Mené sur 32 hommes atteints d'un sarcome de Kaposi associé à une infection par le VIH et de stade avancé, cet essai multicentrique de phase I évalue l'efficacité, du point de vue du taux de réponse, et la toxicité du pembrolizumab

Journal of Clinical Oncology, sous presse, 2024, résumé

Résumé en anglais

PURPOSE: Cancer Immunotherapy Trials Network 12 demonstrated safety of pembrolizumab in treating advanced cancer in people with HIV. Here, we report results of the Kaposi sarcoma (KS) cohort.

METHODS: In this multicenter phase I trial, we enrolled participants with HIV-associated KS on antiretroviral therapy with CD4+ ≥50 cells/μL and HIV plasma RNA <200 copies/mL. Pembrolizumab 200 mg intravenously was administered once every 3 weeks for up to 35 cycles. The primary end point was safety, and the secondary end point was KS response by modified AIDS Clinical Trials Group Criteria.

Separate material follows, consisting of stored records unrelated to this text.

"""Random edit sequences through the real server: mutated documents, incremental edits at
random (and out-of-range) positions, and requests of every kind in between.  The server must
answer every request and end up with exactly the diagnostics the CLI gives for the final text
(common practice, no source: an editor's view must agree with batch checking)."""
from __future__ import annotations

import os
import random
from pathlib import Path

import pytest
import pytest_lsp
from lsprotocol import types as T
from pytest_lsp import ClientServerConfig, LanguageClient

from conelang.ide import AnalysisHost

from lsp_helpers import SERVER, initialize, open_doc, wait_for

pytestmark = pytest.mark.asyncio(loop_scope="module")

EXAMPLES = Path(__file__).parent.parent.parent / "examples"
SEEDS = [p.read_text() for p in sorted(EXAMPLES.glob("*.cone"))]
STEPS = int(os.environ.get("CONELANG_FUZZ_EXAMPLES", "0")) // 100 or 60
TOKENS = ["cone", "dual", "face", "(", ")", "{", "}", "1", "-1", "/", ",", "expect", "x", "\n", "&", "rays",
          "#", "=", "Z^2", "^-1", "∘", "𝔸", "é"]


@pytest_lsp.fixture(config=ClientServerConfig(server_command=SERVER), scope="module")
async def client(lsp_client: LanguageClient, tmp_path_factory):
    await initialize(lsp_client, tmp_path_factory.mktemp("fz"), debounce=0.01)
    yield
    await lsp_client.shutdown_session()


def utf16_position(text: str, offset: int) -> T.Position:
    line = text.count("\n", 0, offset)
    col = text[text.rfind("\n", 0, offset) + 1:offset]
    return T.Position(line=line, character=sum(2 if ord(c) > 0xFFFF else 1 for c in col))


def expected_codes(text: str) -> list[tuple[int, str]]:
    host = AnalysisHost()
    host.apply_change("x", text)
    a = host.analysis("x")
    return sorted((a.index.position(d.span[0])[0], d.code) for d in host.diagnostics("x"))


@pytest.mark.parametrize("seed", range(3))
async def test_random_edit_sequences(client: LanguageClient, seed: int):
    rng = random.Random(seed)
    uri = f"file:///fuzz/doc{seed}.cone"
    text = rng.choice(SEEDS)
    open_doc(client, uri, text)
    version = 1
    doc = T.TextDocumentIdentifier(uri=uri)
    for step in range(STEPS):
        # an incremental edit of a random range (a whole-document replace now and then)
        i = rng.randrange(len(text) + 1)
        j = min(len(text), i + rng.randrange(8))
        new = rng.choice(TOKENS) if rng.random() < 0.7 else ""
        version += 1
        if rng.random() < 0.1:
            text = text[:i] + new + text[j:]
            change = T.TextDocumentContentChangeWholeDocument(text=text)
        else:
            change = T.TextDocumentContentChangePartial(
                range=T.Range(start=utf16_position(text, i), end=utf16_position(text, j)), text=new)
            text = text[:i] + new + text[j:]
        client.text_document_did_change(T.DidChangeTextDocumentParams(
            text_document=T.VersionedTextDocumentIdentifier(uri=uri, version=version), content_changes=[change]))
        # requests at a random position, sometimes far outside the document
        p = utf16_position(text, rng.randrange(len(text) + 1))
        if rng.random() < 0.2:
            p = T.Position(line=p.line + rng.choice([1, 50, 10_000]), character=rng.choice([0, 999]))
        kind = step % 5
        if kind == 0:
            await client.text_document_hover_async(T.HoverParams(text_document=doc, position=p))
        elif kind == 1:
            await client.text_document_completion_async(T.CompletionParams(text_document=doc, position=p))
        elif kind == 2:
            await client.text_document_definition_async(T.DefinitionParams(text_document=doc, position=p))
        elif kind == 3:
            await client.text_document_code_action_async(T.CodeActionParams(
                text_document=doc, range=T.Range(start=p, end=p), context=T.CodeActionContext(diagnostics=[])))
        else:
            await client.text_document_document_symbol_async(T.DocumentSymbolParams(text_document=doc))
    # the server is alive and its final diagnostics are those of the final text
    want = expected_codes(text)

    def settled():
        got = client.diagnostics.get(uri)
        return got is not None and sorted((d.range.start.line, str(d.code)) for d in got) == want
    await wait_for(settled, what=f"final diagnostics {want}")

RESULTS: Thirty-two cisgender men enrolled with baseline median CD4+ T-cell count of 274 cells/µL. All but nine participants had received previous systemic KS therapy. Participants received a median of 11 cycles of pembrolizumab (range, 1-35). Sixty-six percent had grade ≥1 treatment-emergent adverse events, including one death from polyclonal KS herpesvirus–related B-cell lymphoproliferation. Thirty-one percent had ≥one immune-mediated AEs (imAEs) with 25% requiring systemic steroids. In 29 participants with evaluable KS, the overall response rate (ORR) was 62.1% (95% CI, 42.3 to 79.3) and did not differ by CD4+ T-cell count. ORR in the eight participants with evaluable disease without previous KS therapy was 87.5% (95% CI, 47.3 to 99.7). Median duration of response (DOR) was not reached, and the Kaplan-Meier estimate of DOR of ≥12 months was 92.3% (95% CI, 56.6 to 98.8). Median progression-free survival was 28.2 months (95% CI, 4.2 to noncalculable).

CONCLUSION: Pembrolizumab yielded a high rate of durable responses in HIV-associated KS. imAEs were successfully managed with standard guidelines. Phase I study CITN12: pembrolizumab in HIV+ Kaposi sarcoma is safe, durable responses in 62% of patients.